# Chip forum Hacked??!!



## masterkd (Feb 26, 2011)

What the *****..today morning when i'm trying to log in chip forum i'm getting this..


----------



## power_8383 (Feb 26, 2011)

I've also seen that, just a moment before.


----------



## Joker (Feb 26, 2011)

misguided morons..im a kashmiri myself.


----------



## The Sorcerer (Feb 26, 2011)

That's the most lamest reason I ever saw.


----------



## funkysourav (Feb 26, 2011)

i think this might be the handywork of some Chinese or Pak hacker or code kiddy
who had too much time to himself

Kashmiris already have enough on their hands


----------



## pauldmps (Feb 26, 2011)

So they did not close the vulnerabilities which Ankit Fadia found a long way ago ??


----------



## nims11 (Feb 26, 2011)

people with this kind of separatist thinking are responsible for the present condition


----------



## paroh (Feb 26, 2011)

*www.chip.in/forums/

now Down for maintenance


----------



## furious_gamer (Feb 26, 2011)

^^ What else they can do, if they completely wipe of the data's. Need to restore from the last backup.

WTF they hacked for completely lame reason..


----------



## digit_hpt (Feb 26, 2011)

They will take time to restore, Till then enjoy this forum


----------



## masterkd (Feb 26, 2011)

There was no reason to hack a tech forum..totally insane!!


----------



## narasimhan1990 (Feb 28, 2011)

Posting here after a long time. Chip is still under maintenance. It has been almost 2 days. Hope CHIP Forum returns with a bang.


----------



## damngoodman999 (Feb 28, 2011)

My money is on ANKIT FADIA , who would have that much knowledge of hacking but TEAM POISON doesn't make sense ???


----------



## ssk_the_gr8 (Feb 28, 2011)

damngoodman999 said:


> My money is on ANKIT FADIA , who would have that much knowledge of hacking but TEAM POISON doesn't make sense ???
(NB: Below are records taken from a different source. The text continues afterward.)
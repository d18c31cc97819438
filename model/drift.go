package model

import "slices"

// Drifts tells whether a stage keeps food, or lets it stand, so that it may drift towards its surroundings sooner than calculated with films that
// are rather low: they are on the safe side where food is to be heated or cooled, not where it is to stay as it is.
func Drifts(s *Stage) bool {
	return s == Rest || s == HoldHot || s == HoldCold || s == Store || s == Thaw
}

// Drift is a side to which steps are taken, as far as their plan leaves it open, because a limit would rather have the other.
type Drift int

// The sides. What is slow and thus safe in a step itself is fast and unsafe for a step that comes after it.
const (
	Colder  Drift = iota // all that is no cook and no reheat, for limits that ask for heat: food comes out colder, and is cold sooner
	Earlier              // the same but the last chill of a chain, for clocks that start as food falls to a temperature
	Hotter               // all that is no chill, for limits that ask for cold; a chill too where its surroundings are warmer than the food
)

// Takes tells whether a side takes the step i of a chain to its side, as far as it is left open.
func (to Drift) Takes(steps []Step, i int) bool {
	chills := func(st Step) bool { return st.Stage == Cool || st.Stage == Freeze }
	switch heats := steps[i].Stage == Cook || steps[i].Stage == Reheat; {
	case to == Hotter:
		return true
	case heats:
		return false
	}
	return to == Colder || !chills(steps[i]) || slices.ContainsFunc(steps[i+1:], chills)
}

// How far a step is taken to a side as what its plan leaves open allows.
const (
	driftFilm  = 1.25   // times a film worked out for air: measured ones scatter by a quarter (Whitaker 1972, AIChE J. 18:361-371)
	driftWater = 1000.0 // film of water, W/(m²·K); food conducts so badly that more makes no difference
)

// Drifted gives the steps of a chain that ran, with what they leave open taken to one side: films of air a quarter higher and of water high where
// that moves the food there, radiation to walls as warm or as cold as the air ever is, and, of moist food, evaporation into dry air, or vapour that
// condenses from damp air. What is typed stays as it is. ok is false where nothing is left open.
func Drifted(p *Product, steps []Step, ran *History, to Drift) (out []Step, ok bool) {
	d := drift{product: p, to: to, moist: slices.ContainsFunc(p.Foods(), func(f *Material) bool { return !f.Waterless })}
	out = slices.Clone(steps)
	for i := range out {
		st := &out[i]
		if i >= len(ran.Spans) || !to.Takes(steps, i) {
			continue
		}
		d.foodC = ran.SampleAt([]float64{ran.Spans[i].StartS}).Mean[0]
		ok = d.take(st, &st.Exposure) || ok
		st.Faces = slices.Clone(st.Faces)
		for k := range st.Faces {
			ok = d.take(st, &st.Faces[k].Exposure) || ok
		}
	}
	return out, ok
}

// drift is what a step of a product is taken to a side with.
type drift struct {
	product *Product
	to      Drift
	moist   bool
	foodC   float64 // mean of the food as the step starts, °C
}

// take takes what an exposure leaves open to that side, and tells whether anything was left open. Where the surroundings lie on the other side of
// the food, they hold it back least as calculated, and moisture alone is taken.
func (d *drift) take(st *Step, e *Exposure) (open bool) {
	if len(e.Medium.C) == 0 {
		return false
	}
	walls, towards := slices.Min(e.Medium.C), false
	if towards = walls < d.foodC; d.to == Hotter {
		walls = slices.Max(e.Medium.C)
		towards = walls > d.foodC
	}
	if e.Surface.Water() {
		if e.FilmW != nil || !towards {
			return false
		}
		w := driftWater
		e.FilmW = &w
		return true
	}
	if !e.inAir() {
		return false
	}
	if e.FilmW == nil && towards {
		e.FilmFactor, open = driftFilm*e.filmFactor(), true
	}
	if e.RadiatingC == nil && towards {
		e.RadiatingC, open = &walls, true
	}
	if !d.moist || e.WrapM2KW != nil || e.Cover == TightWrap || e.Cover == LooseLid {
		return open
	}
	return d.dampen(st, e, walls, towards) || open
}

// dampen does so with moisture.
func (d *drift) dampen(st *Step, e *Exposure, walls float64, towards bool) (open bool) {
	hotter, was := d.to == Hotter, *e
	blank := e.RH == nil && e.Medium.RH == nil
	if yes := true; e.Wet == nil && (!hotter || towards && (blank || e.FilmW != nil && e.dewsOn(st, d.foodC))) {
		e.Wet, open = &yes, true
	}
	switch rh := 0.0; {
	case !blank:
	case hotter && (e.wet() || e.Wet != nil && towards): // dry too: vapour condenses on it
		rh = min(100, 100*pressurePa(st.AltitudeM)/satPa(walls)) // hotter than boiling: vapour alone
		e.RH, open = &rh, open || !e.wet() || st.Stage.Heats     // else it is what a wet surface has anyway
	case !hotter && e.wet():
		e.RH, open = &rh, open || !st.Stage.Heats
	}
	for open && !hotter && d.freezes(st, e) { // the driest air that can be calculated
		if !blank || *e.RH >= 100 {
			*e = was
			return false
		}
		*e.RH++
	}
	return open
}

// freezes tells whether evaporation alone could freeze the food, where that cannot be calculated.
func (d *drift) freezes(st *Step, e *Exposure) bool {
	c := checker{product: d.product}
	c.chilled(st, e)
	return len(c.found) > 0
}

// dewsOn tells whether vapour of air whose humidity is typed may condense on food of foodC.
func (e *Exposure) dewsOn(st *Step, foodC float64) bool {
	rh := e.Medium.RH
	if rh == nil {
		rh = []float64{*e.RH}
	}
	return dewC(vapourPa(slices.Max(e.Medium.C), slices.Max(rh), pressurePa(st.AltitudeM))) > foodC
}
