// front is the first page for the auditor.
func (x *sheet) front() {
	d, h, p := x.doc, x.head, x.p
	d.page()
	d.heading(say("front title", p.Product.Name), 0, 20)
	d.para(say("front verdict", verdictWord(overall(p.Judgement.Verdict)), x.headline()+x.lessRoom()+x.besides()), style{size: 11, bold: true, after: 1})
	d.text(x.counts())
	for _, s := range p.recordSentences() {
		d.para(s, style{size: body, bold: true, after: 1})
	}
	if p.recorded() {
		d.text(say("front record") + say("see cautions"))
	} else {
		d.text(strings.Join(CautionText()[:2], " ") + say("see cautions"))
	}
	for _, g := range p.Judgement.Groups {
		key := "group all"
		if g.AnyOf {
			key = "group any"
		}
		by := ""
		if g.DecidedBy != "" {
			by = say("group by", g.DecidedBy)
		}
		d.text(say(key, g.Group, g.Verdict.String(), by))
	}
	var missing []string
	seen := map[*rules.Limit]bool{}
	for _, f := range x.order {
		if f.Limit != nil && bare(f.Limit) && f.Verdict != rules.NotApplicable && !seen[f.Limit] {
			seen[f.Limit] = true
			missing = append(missing, say("missing line", f.Limit.Name, f.Limit.At.String(), lacks(f.Limit)))
		}
	}
	if len(missing) > 0 {
		d.boxed(append([]string{say("missing citation")}, missing...), style{size: body, bold: true})
	}
	if ps := h.ProblemsOf(p); len(ps) > 0 {
		d.heading(say("problems title"), 1, 10)
		x.problems(ps)
	}
	what := say("what title")
	if p.recorded() {
		what = say("what title record")
	}
	d.heading(what, 1, 20)
	d.pairs([][2]string{
		{say("key product"), p.Product.Name}, {say("key family"), p.Family}, {say("key recipe"), p.RecipeVersion}, {say("key batch"), p.Batch},
		{say("key process"), p.Process}, {say("key note"), p.Note}, {say("key equipment"), x.perStep(func(s *model.Step) string { return s.Equipment })},
		{say("key load"), x.perStep(func(s *model.Step) string { return s.Load })}}, 45)
	rows := [][2]string{}
	for _, it := range h.Items {
		rows = append(rows, [2]string{it.Item, it.Value})
	}
	rows = append(rows, [2]string{say("key file"), h.Plan}, [2]string{say("key digest"), h.SHA256})
	rows = append(append(rows, h.sources(10)...), [2]string{say("key version"), h.Version}, [2]string{say("key date"), h.day()})
	d.heading(say("plan title"), 1, 20)
	d.pairs(rows, 45)
	x.signatures("sign prepared", "sign reviewed", "sign responsible")
}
lol..... so you believe that lie...

check this out

Techc0de: Truth About Ankit Fadia

there's more...

*search.yahoo.com/search;_ylt=A0oGd...kAw--?p=ankit+fadia+fake&fr2=sb-top&fr=opera2


----------



## damngoodman999 (Feb 28, 2011)

ssk_the_gr8 said:


> lol..... so you believe that lie...
> 
> check this out
> 
> ...



i m just kidding , i already know abt him BTW i given comments on ANKIT FADIA old thread too .

ya he is "comedy piece"


----------



## The Sorcerer (Feb 28, 2011)

I don't know if its true, but someone hacked dominoes pizza, showing that online ordering is seriously flawed. Later on he was hired.


----------